- _About this exercise_
Only the lines below between the ones containing "r.worst, r.hasWorst = f.Severity, true" and "s := d.scenario[i]", inclusive, are to be reproduced, each exactly as it stands.

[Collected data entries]

■ ■ ■ ■ ■ ■ ■

// begin anchors the scenario clock at now (the real time, or a test's),
// in loc.
func (c *demoClock) begin(now time.Time, loc *time.Location) {
	now = now.In(loc)
	c.began, c.origin = time.Now(), now
	if now.Hour() >= demoLatestHour {
		y, m, d := now.Date()
		c.origin = time.Date(y, m, d, demoLatestHour, 0, 0, 0, loc)
	}
}

func (c *demoClock) Now() time.Time {
	if c.live.Load() {
		return time.Now()
	}
	return c.origin.Add(time.Since(c.began)).AddDate(0, 0, -int(c.daysBack.Load()))
}

// Node is where the demonstration's node listens, and how it is set.
type Node struct {
	DICOMAddr string        // host:port of its DICOM acceptor
	HTTPAddr  string        // host:port of its HTTP listener
	AETitle   string        // its AE title
	Settle    time.Duration // its audit.settle, for the output
}

// Scenario is one run of the demonstration's four days against a node.
// Its clock (Now) is the node's: the scenario walks the node through
// the days.
type Scenario struct {
	studiesDir string
	loc        *time.Location
	scanners   []Scanner
	scenario   []demoStudy
	clock      demoClock

	node Node
	w    io.Writer
	// Filled day by day.
	days    []string            // audit day of each scenario day
	studies map[string]int      // study UID -> index in scenario
	series  map[string]int      // series UID -> index in scenario
	audits  map[int][]auditView // scenario day -> the audits of its studies
}

// NewScenario is the scenario writing its studies under studiesDir, in
// the node's time zone loc; its clock starts demoDays-1 days back.
func NewScenario(studiesDir string, loc *time.Location) *Scenario {
	d := &Scenario{studiesDir: studiesDir, loc: loc, scanners: Hospital(), scenario: demoScenario()}
	d.clock.begin(time.Now(), loc)
	d.clock.daysBack.Store(demoDays - 1)
	return d
}

// Now is the node's clock during the scenario: each scenario day in
// turn, then the real clock once Run is done.
func (d *Scenario) Now() time.Time { return d.clock.Now() }

// Run sends each day's studies to the node, awaits their audits and
// prints the day's discrepancy list, then the summary, on w. It reports
// whether every study showed what it planted.
func (d *Scenario) Run(ctx context.Context, w io.Writer, node Node) (bool, error) {
	d.w, d.node = w, node
	d.studies, d.series, d.audits = map[string]int{}, map[string]int{}, map[int][]auditView{}
	client := newFindingsClient("http://" + node.HTTPAddr)
	for day := range demoDays {
		d.clock.daysBack.Store(int64(demoDays - 1 - day))
		if err := d.runDay(ctx, client, day); err != nil {
			return false, fmt.Errorf("day %d: %w", day+1, err)
		}
	}
	d.clock.live.Store(true)
	return d.printSummary(w), nil
}

// runDay writes, sends and awaits the audits of one scenario day's
// studies, then prints that day's list.
func (d *Scenario) runDay(ctx context.Context, client *findingsClient, day int) error {
	w := d.w
	now := d.clock.Now().In(d.loc)
	dayName := now.Format(time.DateOnly)
	d.days = append(d.days, dayName)
	fmt.Fprintf(w, "\n== %s, day %d of %d\n", dayName, day+1, demoDays)

	// Write the day's studies, one folder per scanner so that each
	// scanner sends its own over its own associations.
	perScanner := make([][]string, len(d.scanners))
	var uids []string
	nth := make([]int, len(d.scanners))
	for i, s := range d.scenario {
		if s.day != day {
			continue
		}
		sc := d.scanners[s.scanner]
		at := time.Date(now.Year(), now.Month(), now.Day(), 8, 0, 0, 0, time.UTC).Add(time.Duration(nth[s.scanner]) * 35 * time.Minute)
		nth[s.scanner]++
		dir := filepath.Join(d.studiesDir, fmt.Sprintf("day%d", day+1), sc.Label, fmt.Sprintf("%02d-%s", i, s.plant.name))
		opt := phantom.Options{
			Matrix: suiteMatrix, Slices: suiteSlices, Seed: int64(1000 + i),
			Scanner: sc.Profile, StudyDate: at, AppliedBScale: s.bScale,
			PatientID: fmt.Sprintf("QOH-SYN-%04d", i+1), PatientName: "TEST^SYNTHETIC",
		}
		if s.plant.cse == phantom.CaseIceWater0C || s.plant.cse == phantom.CaseIceWaterWarm {
			opt.PatientName = "QA^ICEWATER"
		}
		st, err := writePlant(dir, s.plant, opt)
		if err != nil {
			return err
		}
		perScanner[s.scanner] = append(perScanner[s.scanner], dir)
		uids = append(uids, st.StudyUID)
		d.studies[st.StudyUID] = i
		for _, se := range st.Series {
			d.series[se.UID] = i
		}
		fmt.Fprintf(w, "  sent  %-13s %s  %-22s accession %s  study %s\n", sc.Label, at.Format("15:04"), s.name(), accessionOf(opt.Seed), st.StudyUID)
	}

	sendStart := time.Now()
	files := 0
	for i, dirs := range perScanner {
		if len(dirs) == 0 {
			continue
		}
		sc := d.scanners[i]
		dialer := &scp.Dialer{CallingAETitle: sc.AETitle, CalledAETitle: d.node.AETitle}
		sum, err := sendStudies(ctx, dialer, d.node.DICOMAddr, dirs)
		if err != nil {
			return fmt.Errorf("sending from %s: %w", sc.Label, err)
		}
		files += sum.Files
	}
	sent := time.Since(sendStart)

	audits, err := awaitAudits(ctx, client, []string{dayName}, uids, time.Now().Add(demoAuditTimeout))
	if err != nil {
		return err
	}
	d.audits[day] = audits
	fmt.Fprintf(w, "  %d studies, %d files sent with C-STORE in %v; audited %v after the last file (settle %v)\n",
		len(uids), files, sent.Round(10*time.Millisecond), time.Since(sendStart.Add(sent)).Round(10*time.Millisecond), d.node.Settle)
	fmt.Fprintln(w)
	return d.printDailyList(ctx, w, client, dayName)
}

// printDailyList prints the day's discrepancy list as the node serves
// it (GET /api/v1/reports/daily/<day>.json, built by audit/report),
// rendered with audit/report's text renderer.
func (d *Scenario) printDailyList(ctx context.Context, w io.Writer, client *findingsClient, day string) error {
	var raw json.RawMessage
	if err := client.get(ctx, "/api/v1/reports/daily/"+day+".json", &raw); err != nil {
		return err
	}
	list, err := report.ParseDailyList(raw)
	if err != nil {
		return err
	}
	return list.WriteText(w)
}

// studyResult is what the audits of one scenario study show.
type studyResult struct {
	fired    map[string]bool // rules with a finding of warning or above
	count    map[string]int  // findings of warning or above per rule
	any      map[string]bool // rules with any finding
	worst    rules.Severity
	hasWorst bool
	studyUID string
	phantom  *float64 // central phantom ADC, mm²/s, when measured
	expected *float64 // its profile's value
}

// results gathers the audits per scenario study.
func (d *Scenario) results() map[int]*studyResult {
	out := map[int]*studyResult{}
	for _, audits := range d.audits {
		for _, a := range audits {
			i, ok := d.studies[a.StudyUID]
			if !ok {
				continue
			}
			r := out[i]
			if r == nil {
				r = &studyResult{fired: map[string]bool{}, count: map[string]int{}, any: map[string]bool{}, studyUID: a.StudyUID}
				out[i] = r
			}
			for _, f := range a.findings {
				r.any[f.Rule] = true
				if f.Severity >= rules.SeverityWarning {
					r.fired[f.Rule] = true
					r.count[f.Rule]++
				}
				if !r.hasWorst || f.Severity > r.worst {
					r.worst, r.hasWorst = f.Severity, true
				}
			}
			if a.measures.PhantomADC != nil {
				r.phantom = a.measures.PhantomADC
			}
			if a.measures.PhantomExpectedADC != nil {
				r.expected = a.measures.PhantomExpectedADC
			}
		}
	}
	return out
}

// printSummary prints the findings per rule, the drifting scanner's
// phantom ADC, the scenario check and the URLs to look at; it reports
// whether every study showed what it planted.
func (d *Scenario) printSummary(w io.Writer) bool {
	res := d.results()
	where := func(i int) string {
		s := d.scenario[i]
		return fmt.Sprintf("%s (%s, %s)", s.name(), d.scanners[s.scanner].Label, d.days[s.day])
	}

	fmt.Fprintf(w, "\n== Findings per rule over the %d days (warning or above)\n", demoDays)
	tw := tabwriter.NewWriter(w, 0, 0, 2, ' ', 0)
	fmt.Fprintln(tw, "  rule\tfindings\tstudies\ton the planted studies\t")
	for _, id := range RuleIDs() {
		var on []string
		n := 0
		for i := range d.scenario {
			if r := res[i]; r != nil && r.fired[id] {
				on = append(on, where(i))
				n += r.count[id]
			}
		}
		fmt.Fprintf(tw, "  %s\t%d\t%d\t%s\t\n", id, n, len(on), strings.Join(on, "; "))
	}
	tw.Flush()

	drift := driftScales()
	label := d.scanners[0].Label
	fmt.Fprintf(w, "\n== Ice-water phantom on %s, day by day (its gradient calibration drifts: weighting %+.1f%% to %+.1f%%)\n",
		label, 100*(drift[0]-1), 100*(drift[demoDays-1]-1))
	for i, s := range d.scenario {
		if s.plant.name != "ice-water-qa" {
			continue
		}
		r := res[i]
		if r == nil || r.phantom == nil || r.expected == nil {
			fmt.Fprintf(w, "  %s  no phantom ADC measured\n", d.days[s.day])
			continue
		}
		verdict := "within tolerance"
		if r.fired[rules.IDPhantomADCBias] {
			verdict = "phantom-adc-bias"
		}
		fmt.Fprintf(w, "  %s  central ADC %.3fe-3 mm²/s, expected %.2fe-3 (%+.1f%%)  %s\n",
			d.days[s.day], 1e3**r.phantom, 1e3**r.expected, 100*(*r.phantom / *r.expected - 1), verdict)
	}

	fmt.Fprintln(w, "\n== Scenario check: what each study planted against what the node found")
	allOK := true
	tw = tabwriter.NewWriter(w, 0, 0, 2, ' ', 0)
	for i, s := range d.scenario {
		r := res[i]
		var problems []string
		if r == nil {
			problems = append(problems, "no audit")
			r = &studyResult{fired: map[string]bool{}, any: map[string]bool{}}
		}
		want := "no warning or error"
		for _, id := range s.expect {
			want = id
			if !r.fired[id] {
				problems = append(problems, id+" did not fire")
			}
		}
		if s.clean && r.hasWorst && r.worst >= rules.SeverityWarning {
			problems = append(problems, "expected no warning or error")
		}
		if len(s.silent) > 0 {
			want = "neither " + strings.Join(s.silent, " nor ")
		}
		for _, id := range s.silent {
			if r.any[id] {
				problems = append(problems, id+" fired")
			}
		}
		var found []string
		for id := range r.fired {
			found = append(found, id)
		}
		slices.Sort(found)
		got := strings.Join(found, ", ")
		if got == "" {
			got = "no warning or error"
		}
		verdict := "ok"
		if len(problems) > 0 {
			verdict = "NOT AS PLANTED: " + strings.Join(problems, "; ")
			allOK = false
		}
		fmt.Fprintf(tw, "  %s\t%s\t%s\twant %s\tfound %s\t%s\t\n", d.days[s.day], d.scanners[s.scanner].Label, s.name(), want, got, verdict)
	}
	tw.Flush()
	if allOK {
		fmt.Fprintln(w, "  every rule fired on its planted study; the clean studies and the true lesions gave no artifact finding")
	}

	// One flagged study for the study page: the first with an error.
	flagged := ""
	for i := range d.scenario {
		if r := res[i]; r != nil && r.hasWorst && r.worst >= rules.SeverityError {
			flagged = r.studyUID
			break
		}
	}
	base := "http://" + d.node.HTTPAddr
	last := d.days[len(d.days)-1]
	fmt.Fprintln(w, "\n== Where to look (the web pages and metrics of this node)")
	fmt.Fprintf(w, "  overview              %s/\n", base)
	fmt.Fprintf(w, "  the last day          %s/days/%s\n", base, last)
	if flagged != "" {
		fmt.Fprintf(w, "  a flagged study       %s/studies/%s\n", base, flagged)
	}
	fmt.Fprintf(w, "  the drifting scanner  %s/scanners/%s\n", base, label)
	fmt.Fprintf(w, "  Prometheus metrics    %s/metrics\n", base)
	fmt.Fprintf(w, "  printable daily list  %s/api/v1/reports/daily/%s.html\n", base, last)
	fmt.Fprintf(w, "  findings as JSON      %s/api/v1/findings?day=%s\n", base, last)
	return allOK
}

■ ■ ■ ■ ■ ■ ■

- _Solution for this exercise_
					r.worst, r.hasWorst = f.Severity, true
				}
			}
			if a.measures.PhantomADC != nil {
				r.phantom = a.measures.PhantomADC
			}
			if a.measures.PhantomExpectedADC != nil {
				r.expected = a.measures.PhantomExpectedADC
			}
		}
	}
	return out
}

// printSummary prints the findings per rule, the drifting scanner's
// phantom ADC, the scenario check and the URLs to look at; it reports
// whether every study showed what it planted.
func (d *Scenario) printSummary(w io.Writer) bool {
	res := d.results()
	where := func(i int) string {
		s := d.scenario[i]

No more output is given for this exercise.